=== Begin Enclosure ===

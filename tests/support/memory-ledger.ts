import { sha256 } from '../../server/ledger/crypto.ts'
import type { Proof } from '../../shared/contract/proof.ts'
import { canonicalBytes, type Json } from '../../shared/ledger/canonical.ts'
import { entryLine } from '../../shared/ledger/check/entry-line.ts'
import { keyName, signCheckpoint, verifierKey } from '../../shared/ledger/checkpoint.ts'
import { toBase64, toHex } from '../../shared/ledger/hash.ts'
import { type LeafKind, leafBytes, leafHash } from '../../shared/ledger/leaf.ts'
import { inclusionParts, proofHashes } from '../../shared/ledger/proof.ts'
import { signReceipt } from '../../shared/ledger/receipt.ts'
import { appendLeaves, rootOf } from '../../shared/ledger/tree.ts'
import { testKey } from './server-crypto.ts'

type Leaf = { kind: LeafKind; at: string; body: Json }
type RecordBody = { id: string; recordedAt: string; [field: string]: unknown }

/** A whole ledger in memory: its key, leaves, tree and notes, for checkers that must not need a server. */
export function memoryLedger(records: readonly RecordBody[], signer = testKey()) {
  const first: Leaf = {
    kind: 'key',
    at: '2026-01-01T00:00:00.000Z',
    body: { format: 'ogee.key/1', key: verifierKey(sha256, signer.key), replaces: null },
  }
  const leaves = [
    first,
    ...records.map((body): Leaf => ({ kind: 'record', at: body.recordedAt, body: body as unknown as Json })),
  ].map((leaf) => {
    const body = canonicalBytes(leaf.body)
    return { ...leaf, bytes: body, hash: leafHash(sha256, leafBytes(leaf.kind, leaf.at, body)) }
  })
  const { added, peaks, size } = appendLeaves(
    sha256,
    0,
    [],
    leaves.map((leaf) => leaf.hash),
  )
  const nodes = new Map(added.map((node) => [`${node.level}/${node.index}`, node.hash]))
  const checkpoint = { origin: signer.key.name, size, root: rootOf(sha256, peaks) }
  const note = signCheckpoint(sha256, checkpoint, signer.key, signer.sign)
  return {
    signer,
    leaves,
    note,
    pub: `${verifierKey(sha256, signer.key)}\n`,
    /** What a server answers about a ledger that holds its key and nothing else. */
    answers: {
      keys: {
        items: [{ number: 1, key: verifierKey(sha256, signer.key), at: first.at, statement: null }],
      },
      checkpoints: {
        items: [{ number: 1, size, root: toHex(checkpoint.root), at: first.at, note }],
        next: null,
      },
      entries: `${leaves
        .map(({ kind, at, bytes, hash }, index) => {
          const text = new TextDecoder().decode(leafBytes(kind, at, bytes))
          return `${entryLine({ index, nodes: toHex(hash), hash: toHex(hash), row: null }, text)}\n`
        })
        .join('')}${JSON.stringify({ end: true, size, next: null })}\n`,
      consistency: {
        format: 'ogee.consistency/1',
        from: { size, root: toHex(checkpoint.root) },
        to: { size, root: toHex(checkpoint.root) },
        path: [],
      },
    },
    /** Of the record at that place of the list given. */
    proofOf: (record: number): Proof => {
      const index = record + 1
      const leaf = leaves[index]!
      const hashAt = ({ level, index: at }: { level: number; index: number }) => nodes.get(`${level}/${at}`)!
      return {
        format: 'ogee.proof/1',
        record: toBase64(leaf.bytes),
        leaf: toHex(leaf.hash),
        index,
        path: proofHashes(sha256, inclusionParts(index, size), hashAt).map(toHex),
        checkpoint: note,
      }
    },
    receiptOf: (record: number) => {
      const { id, recordedAt } = records[record]!
      const promised = { record: id, leaf: toHex(leaves[record + 1]!.hash), recordedAt }
      return signReceipt(promised, keyName(sha256, signer.key), signer.sign)
    },
  }
}

/** Bodies that are enough for a proof: an id, a time, something to change. */
export function plainBodies(count: number): RecordBody[] {
  return Array.from({ length: count }, (_, i) => ({
    format: 'ogee.record/1',
    id: `01890a5d-ac96-774b-bcce-${String(i).padStart(12, '0')}`,
    recordedAt: new Date(Date.UTC(2026, 2, 2, 14, 9, 40, i)).toISOString(),
    unit: String(31 + i).padStart(3, '0'),
    number: 1_004_317 + i,
    verdict: 'ok',
  }))
}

=== End Enclosure ===

BRIEF » Starting at the line with "const text = new", restate every line word for word through the end of the listing above.

RESPONSE »
          const text = new TextDecoder().decode(leafBytes(kind, at, bytes))
          return `${entryLine({ index, nodes: toHex(hash), hash: toHex(hash), row: null }, text)}\n`
        })
        .join('')}${JSON.stringify({ end: true, size, next: null })}\n`,
      consistency: {
        format: 'ogee.consistency/1',
        from: { size, root: toHex(checkpoint.root) },
        to: { size, root: toHex(checkpoint.root) },
        path: [],
      },
    },
    /** Of the record at that place of the list given. */
    proofOf: (record: number): Proof => {
      const index = record + 1
      const leaf = leaves[index]!
      const hashAt = ({ level, index: at }: { level: number; index: number }) => nodes.get(`${level}/${at}`)!
      return {
        format: 'ogee.proof/1',
        record: toBase64(leaf.bytes),
        leaf: toHex(leaf.hash),
        index,
        path: proofHashes(sha256, inclusionParts(index, size), hashAt).map(toHex),
        checkpoint: note,
      }
    },
    receiptOf: (record: number) => {
      const { id, recordedAt } = records[record]!
      const promised = { record: id, leaf: toHex(leaves[record + 1]!.hash), recordedAt }
      return signReceipt(promised, keyName(sha256, signer.key), signer.sign)
    },
  }
}

/** Bodies that are enough for a proof: an id, a time, something to change. */
export function plainBodies(count: number): RecordBody[] {
  return Array.from({ length: count }, (_, i) => ({
    format: 'ogee.record/1',
    id: `01890a5d-ac96-774b-bcce-${String(i).padStart(12, '0')}`,
    recordedAt: new Date(Date.UTC(2026, 2, 2, 14, 9, 40, i)).toISOString(),
    unit: String(31 + i).padStart(3, '0'),
    number: 1_004_317 + i,
    verdict: 'ok',
  }))
}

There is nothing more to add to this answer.